- Thaniyamangalam Location in Tamil Nadu, India Thaniyamangalam Thaniyamangalam (India)
- Coordinates: 10°01′37.11″N 78°24′52.85″E﻿ / ﻿10.0269750°N 78.4146806°E
- Country: India
- State: Tamil Nadu
- District: Madurai

Government
- • Panchayat President: Mr. Kumar

Population (2001)
- • Total: 3,748

Languages
- • Official: Tamil
- Time zone: UTC+5:30 (IST)
- PIN: 625109
- Telephone code: 91 452
- Vehicle registration: TN 59

= Thaniyamangalam =

Neighbourhood in Madurai district, Tamil Nadu, India

Thaniyamangalam is a village in the Melur taluk of Madurai district, Tamil Nadu, India.
The sand is reddish due to rich iron.

== Demographics ==
Panchayat of Thaniyamangalam includes Bharathi nagar, Thethampatti, Perumalpatti and Muthuramalingampatti.
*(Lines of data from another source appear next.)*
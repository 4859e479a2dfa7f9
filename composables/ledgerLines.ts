import type { MovementKind } from '#shared/cellar/movement'
import type { MovementView, VesselLedger } from '#shared/schemas/ledger'
import { plainDate } from './civilDate'
import { litreWords } from './vesselWords'

/** A line of a vessel's ledger as it is read. */
export interface LedgerRow {
  line: MovementView
  /** What it is, from where this vessel stands: `Draw`, `Moved in`. */
  word: string
  /** What leaves is below nought. */
  change: number
  what: string
  /** Litres in the vessel after it; null for a line that is struck out. */
  then: number | null
}

/** Lines that were recorded as one. */
export interface LedgerAct {
  id: string
  occurredOn: string
  rows: LedgerRow[]
  note: string | null
  recordedByName: string
  recordedAt: string
}

export const LINE_WORDS: Record<MovementKind, string> = { in: 'In', draw: 'Draw', move: 'Move', loss: 'Loss', sample: 'Sample', addition: 'Addition' }

/** By how much a line changes a vessel. */
export function changeIn(line: MovementView, vesselId: string): number {
  if (line.kind === 'in' || line.kind === 'addition') return line.litres
  if (line.kind === 'move' && line.toVesselId === vesselId) return Math.max(0, line.litres - (line.lossLitres ?? 0))
  return -line.litres
}

/** The ledger of a vessel by acts, newest first, with the litres after each line. */
export function ledgerActs({ movements, acts }: VesselLedger, vesselId: string): LedgerAct[] {
  const recorded = new Map(acts.map(act => [act.id, act]))
  let litres = 0
  const rows = [...movements].reverse().map((line): LedgerRow => {
    const change = changeIn(line, vesselId)
    const had = litres
    if (line.reversal === null) litres = Math.max(0, litres + change)
    return { line, word: wordOf(line, vesselId, had), change, what: whatOf(line, vesselId), then: line.reversal === null ? litres : null }
  }).reverse()
  const grouped: LedgerAct[] = []
  for (const row of rows) {
    const last = grouped.at(-1)
    if (last?.id === row.line.actId && last.occurredOn === row.line.occurredOn) {
      last.rows.push(row)
      continue
    }
    const act = recorded.get(row.line.actId)
    grouped.push({ id: row.line.actId, occurredOn: row.line.occurredOn, rows: [row], note: act?.note ?? null, recordedByName: act?.recordedByName ?? '', recordedAt: act?.recordedAt ?? '' })
  }
  return grouped.map(act => ({ ...act, rows: inOrderOfDoing(act.rows) }))
}

/** Acts stand newest first, but the lines of one act in the order in which they were done. */
function inOrderOfDoing(rows: readonly LedgerRow[]): LedgerRow[] {
  return [...rows].reverse()
}

function wordOf(line: MovementView, vesselId: string, had: number): string {
  if (line.kind === 'in') return had > 0 ? 'Refill' : 'Fill'
  if (line.kind === 'move') return line.toVesselId === vesselId ? 'Moved in' : 'Moved out'
  return LINE_WORDS[line.kind]
}

function whatOf(line: MovementView, vesselId: string): string {
  const { brew, lot, reason, lossLitres } = line
  if (brew) return `${brew.code}, brewed ${plainDate(brew.brewedOn)}`
  if (line.kind === 'draw') return lot === null ? '' : `to run ${lot}`
  if (line.kind === 'move') {
    const lost = lossLitres ? `, ${litreWords(lossLitres)} lost on the way` : ''
    return line.toVesselId === vesselId ? `from ${line.vesselName}${lost}` : `to ${line.toVesselName}${lost}`
  }
  return reason ?? ''
}

/** Whether a line is meant by a filter of kind and text. */
export function matches({ line, word, what }: LedgerRow, kind: MovementKind | '', text: string): boolean {
  if (kind !== '' && line.kind !== kind) return false
  const wanted = text.trim().toLowerCase()
  return wanted === '' || [word, what, line.note, line.occurredOn, line.reversal?.reason].some(words => words?.toLowerCase().includes(wanted))
}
As per the 2001 census, Thaniyamangalam had a total population of 3,748 with 1,757 males and 1,991 females. The literacy rate was 75.81. Agriculture is the major occupation (Paddy, Sugarcane, Banana). Later they fell into the trend of going to Gulf countries to earn.

== Study Centres ==
The village has a Government Primary School, Government Higher Secondary School and few Nursery Schools providing education for the children from in and around the village.